_What the task requires_
Return the line containing "but the model" and every line after it through the end of the entries below, with no other lines.

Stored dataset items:
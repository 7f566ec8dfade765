// The model part of the record, both documented layouts (record_model.hpp).
#include "ridgecal/record_model.hpp"

#include <fmt/format.h>

#include <cmath>
#include <limits>
#include <utility>

#include "ridgecal/json_read.hpp"

namespace ridgecal {

using detail::num;
using nlohmann::json;
using Reader = detail::JsonReader;

std::string term_rule_text(const Model& m, const SelectionInfo& selection) {
  if (!selection.powers.empty()) return "powers";
  if (!m.has_aux) return "reading-only";
  return selection.aux_degrees.empty() ? "total-degree" : "separate-limits";
}

std::string aux_grouping_text(const Model& m, const CalibrationRecord& rec) {
  if (!m.has_aux) return "none (no aux input)";
  return rec.input.columns.aux_setpoint_column.empty()
             ? fmt::format("aux value rounded to the nearest multiple of {:g}",
                           rec.calibration.aux_step)
             : "aux setpoint column '" + rec.input.columns.aux_setpoint_column + "'";
}

std::string boundary_rule_text(const Model& m) {
  return m.has_aux
             ? "groups of the lowest and highest aux level, and the lowest- and highest-reading "
               "group of every aux "
               "level, always stay in training"
             : "the groups with the smallest and largest mean reading always stay in training";
}

namespace {

json numbers(const std::vector<double>& v) {
  json a = json::array();
  for (double x : v) a.push_back(num(x));
  return a;
}

json number_rows(const std::vector<std::vector<double>>& rows) {
  json a = json::array();
  for (const auto& row : rows) a.push_back(numbers(row));
  return a;
}

// ---- scaling: one input's range and affine map, under the layout's keys ----

struct ScalingKeys {
  const char* min;
  const char* max;
  bool stored;  ///< center and half_width are read (else recomputed from min and max)
};
constexpr ScalingKeys kPolynomialScaling{"x_min", "x_max", false};
constexpr ScalingKeys kInputScaling{"min", "max", true};

json scaling_json(const AxisScaling& s, const ScalingKeys& k) {
  return json{{k.min, s.min}, {k.max, s.max}, {"center", s.center}, {"half_width", s.half_width}};
}

AxisScaling read_scaling(const Reader& r, const json& obj, const std::string& where,
                         const ScalingKeys& k) {
  const double lo = r.finite(obj, k.min, where);
  const double hi = r.finite(obj, k.max, where);
  if (!k.stored) {
    if (!(hi > lo)) r.fail(where, fmt::format("has {} <= {}", k.max, k.min));
    return AxisScaling::centered(lo, hi);
  }
  const AxisScaling s{lo, hi, r.finite(obj, "center", where), r.finite(obj, "half_width", where)};
  if (!(s.max > s.min) || !(s.half_width > 0.0)) r.fail(where, "has max <= min or half_width <= 0");
  return s;
}

// ---- the polynomial layout: scaling and Chebyshev series inside `model` ----

std::string polynomial_penalty(const Model&) {
  return "minimise (1/n)*sum(error^2) + lambda*sum_{k>=1} c_k^2 over the Chebyshev coefficients "
         "c_k of the scaled reading t=(x-center)/half_width; the intercept is not penalised";
}

void write_polynomial(json& model, json&, const Model& m, const CalibrationRecord&) {
  model["scaling"] = scaling_json(m.input, kPolynomialScaling);
  model["chebyshev_coefficients"] = numbers(m.coefficients);  // terms (0,0)..(d,0) in order
  // a_k of x^k: the first column of the general model's power form.
  const auto rows = m.power_in_raw();
  std::vector<double> power;
  for (std::size_t k = 0; k < m.coefficients.size() && k < rows.size(); ++k)
    power.push_back(rows[k][0]);
  model["power_coefficients"] = numbers(power);
}

Model read_polynomial(const Reader& r, const json& j, CalibrationRecord&) {
  const json& model = r.member(j, "model", "record");
  Model m;
  m.input =
      read_scaling(r, r.member(model, "scaling", "model"), "model.scaling", kPolynomialScaling);
  const json& cheb = r.array(model, "chebyshev_coefficients", "model");
  if (cheb.empty() || cheb.size() > 64)
    r.fail("model.chebyshev_coefficients", "has an invalid length");
  for (const json& c : cheb) {
    if (!c.is_number() || !std::isfinite(c.get<double>()))
      r.fail("model.chebyshev_coefficients", "holds a value that is not a finite number");
    m.coefficients.push_back(c.get<double>());
  }
  m.terms = terms_reading_only(static_cast<int>(m.coefficients.size()) - 1);
  return m;
}

// ---- the extended layout (kind "surface"): `model` describes, `compensation` holds the model ----

std::string extended_penalty(const Model& m) {
  const std::string basis = m.basis == ModelBasis::Chebyshev
                                ? (m.has_aux ? "tensor Chebyshev T_i(t)*T_j(s) in the scaled inputs"
                                             : "Chebyshev T_i(t) in the scaled input")
                                : (m.has_aux ? "plain powers t^i*s^j of the scaled inputs"
                                             : "plain powers t^i of the scaled input");
  return fmt::format(
      "minimise (1/n)*sum((v-q)^2) + lambda*sum c_m^2 over the coefficients c_m of every term but "
      "(0,0), basis {}; v is the transformed reference; the (0,0) term is not penalised",
      basis);
}

json transforms_json(const Transforms& t) {
  json tf = {{"divider", nullptr},
             {"reading", to_string(t.reading)},
             {"reference", to_string(t.reference)},
             {"kelvin_offset", kKelvinOffset},
             {"description", t.describe()}};
  if (t.divider.enabled)
    tf["divider"] = {{"fixed_resistance", t.divider.fixed_resistance},
                     {"position", to_string(t.divider.position)},
                     {"full_scale", t.divider.full_scale}};
  return tf;
}

void write_extended(json& model, json& comp, const Model& m, const CalibrationRecord& rec) {
  const Calibration& cal = rec.calibration;
  model["reading_degree"] = m.reading_degree();
  model["aux_degree"] = m.has_aux ? json(m.aux_degree()) : json(nullptr);
  json inputs = json::array();
  inputs.push_back({{"name", "reading"},
                    {"column", rec.input.columns.reading_column},
                    {"scaling", scaling_json(m.input, kInputScaling)}});
  if (m.has_aux)
    inputs.push_back({{"name", "aux"},
                      {"column", rec.input.columns.aux_column},
                      {"scaling", scaling_json(m.aux, kInputScaling)}});
  json terms = json::array();
  for (std::size_t q = 0; q < m.terms.size(); ++q)
    terms.push_back(
        {{"i", m.terms[q].i}, {"j", m.terms[q].j}, {"coefficient", num(m.coefficients[q])}});
  comp = {
      {"transforms", transforms_json(m.transforms)},
      {"inputs", inputs},
      {"aux_grouping", aux_grouping_text(m, rec)},
      {"aux_step", m.has_aux && cal.aux_step > 0 ? json(cal.aux_step) : json(nullptr)},
      {"basis", to_string(m.basis)},
      {"term_rule", term_rule_text(m, cal.selection)},
      {"boundary_rule", boundary_rule_text(m)},
      {"evaluation",
       "u = transforms(reading); t = (u - inputs[0].center)/inputs[0].half_width; s = (aux - "
       "inputs[1].center)/inputs[1].half_width; v = sum_m terms[m].coefficient * B_i(t) * B_j(s) "
       "(B = Chebyshev T or plain power, per basis) = sum_kl monomial_coefficients[k][l] t^k s^l; "
       "reference = inverse reference transform of v"},
      {"terms", terms},
      {"monomial_coefficients", number_rows(m.monomial_in_scaled())},
      {"power_coefficients", number_rows(m.power_in_raw())}};
}

Transforms read_transforms(const Reader& r, const json& tf) {
  const std::string where = "compensation.transforms";
  Transforms t;
  t.reading = r.enum_value(tf, "reading", where, reading_transform_from_string);
  t.reference = r.enum_value(tf, "reference", where, reference_transform_from_string);
  const json& dv = r.member(tf, "divider", where);
  if (!dv.is_null()) {
    t.divider.enabled = true;
    t.divider.fixed_resistance = r.finite(dv, "fixed_resistance", where + ".divider");
    t.divider.full_scale = r.finite(dv, "full_scale", where + ".divider");
    t.divider.position =
        r.enum_value(dv, "position", where + ".divider", divider_position_from_string);
  }
  if (const std::string e = t.validate(); !e.empty()) r.fail(where, "is invalid: " + e);
  return t;
}

Model read_extended(const Reader& r, const json& j, CalibrationRecord& rec) {
  const json& c = r.member(j, "compensation", "record");
  Model m;
  m.transforms = read_transforms(r, r.member(c, "transforms", "compensation"));
  m.basis = r.enum_value(c, "basis", "compensation", model_basis_from_string);
  const json& inputs = r.member(c, "inputs", "compensation");
  if (!inputs.is_array() || inputs.empty() || inputs.size() > 2)
    r.fail("compensation.inputs", "must list 1 or 2 inputs");
  m.has_aux = inputs.size() == 2;
  for (std::size_t k = 0; k < inputs.size(); ++k) {
    const std::string where = fmt::format("compensation.inputs[{}]", k);
    (k == 0 ? m.input : m.aux) =
        read_scaling(r, r.member(inputs[k], "scaling", where), where + ".scaling", kInputScaling);
  }
  const json& terms = r.member(c, "terms", "compensation");
  if (!terms.is_array() || terms.empty() || terms.size() > 256)
    r.fail("compensation.terms", "has an invalid length");
  for (const json& t : terms) {
    const int i = static_cast<int>(r.bounded(t, "i", "compensation.terms[]", 0, 40));
    const int jj =
        static_cast<int>(r.bounded(t, "j", "compensation.terms[]", 0, m.has_aux ? 40 : 0));
    m.terms.push_back(Term{i, jj});
    m.coefficients.push_back(r.finite(t, "coefficient", "compensation.terms[]"));
  }
  const auto st = c.find("aux_step");
  if (st != c.end() && st->is_number()) rec.calibration.aux_step = st->get<double>();
  const json& cols = j["input"]["columns"];
  rec.input.columns.aux_column = r.text_or(cols, "aux", "");
  rec.input.columns.aux_setpoint_column = r.text_or(cols, "aux_setpoint", "");
  return m;
}

// ---- the table of layouts: what differs between the two, and nothing else ----

struct Layout {
  const char* kind;  ///< model.kind
  std::string (*penalty)(const Model&);
  /// The members only this layout writes, into `model` and `compensation`.
  void (*write)(json& model, json& compensation, const Model&, const CalibrationRecord&);
  /// Reads the scaling, terms and coefficients (and the layout's other members).
  Model (*read)(const Reader&, const json& record, CalibrationRecord&);
};

constexpr Layout kPolynomial{"polynomial", polynomial_penalty, write_polynomial, read_polynomial};
constexpr Layout kExtended{"surface", extended_penalty, write_extended, read_extended};

}  // namespace

ModelParts model_to_json(const CalibrationRecord& rec) {
  const Calibration& cal = rec.calibration;
  const Model& m = cal.model;
  ModelParts out;
  out.extended = is_extended(cal);
  out.has_aux = m.has_aux;
  const Layout& layout = out.extended ? kExtended : kPolynomial;
  out.model = {{"kind", layout.kind},
               {"degree", m.total_degree()},
               {"lambda", cal.lambda},
               {"intercept", cal.intercept},
               {"basis", to_string(m.basis)},
               {"penalty", layout.penalty(m)},
               {"condition_number", num(cal.condition_number)}};
  layout.write(out.model, out.compensation, m, rec);
  return out;
}

void model_from_json(const json& j, CalibrationRecord& rec, const std::string& file) {
  const Reader r{file};
  const json& model = r.member(j, "model", "record");
  const std::string kind = r.text(model, "kind", "model");
  if (kind != kPolynomial.kind && kind != kExtended.kind)
    r.fail("model.kind",
           fmt::format("is '{}', not '{}' or '{}'", kind, kPolynomial.kind, kExtended.kind));
  const bool extended = kind == kExtended.kind;
  Calibration& cal = rec.calibration;
  cal.lambda = r.finite(model, "lambda", "model");
  cal.intercept = r.boolean(model, "intercept", "model");
  cal.condition_number = r.number(model, "condition_number", "model");
  Model m = (extended ? kExtended : kPolynomial).read(r, j, rec);
  if (r.integer(model, "degree", "model") != m.total_degree())
    r.fail("model.degree", "does not match the degree of the coefficients");
  cal.model = std::move(m);
  if (is_extended(cal) != extended)
    r.fail("model.kind",
           fmt::format("is '{}' but the model uses {} (an aux input, transforms or the power "
                       "basis); the kind must match the model",
                       kind, extended ? "no extension" : "an extension"));
}

}  // namespace ridgecal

_Task output_
           fmt::format("is '{}' but the model uses {} (an aux input, transforms or the power "
                       "basis); the kind must match the model",
                       kind, extended ? "no extension" : "an extension"));
}

}  // namespace ridgecal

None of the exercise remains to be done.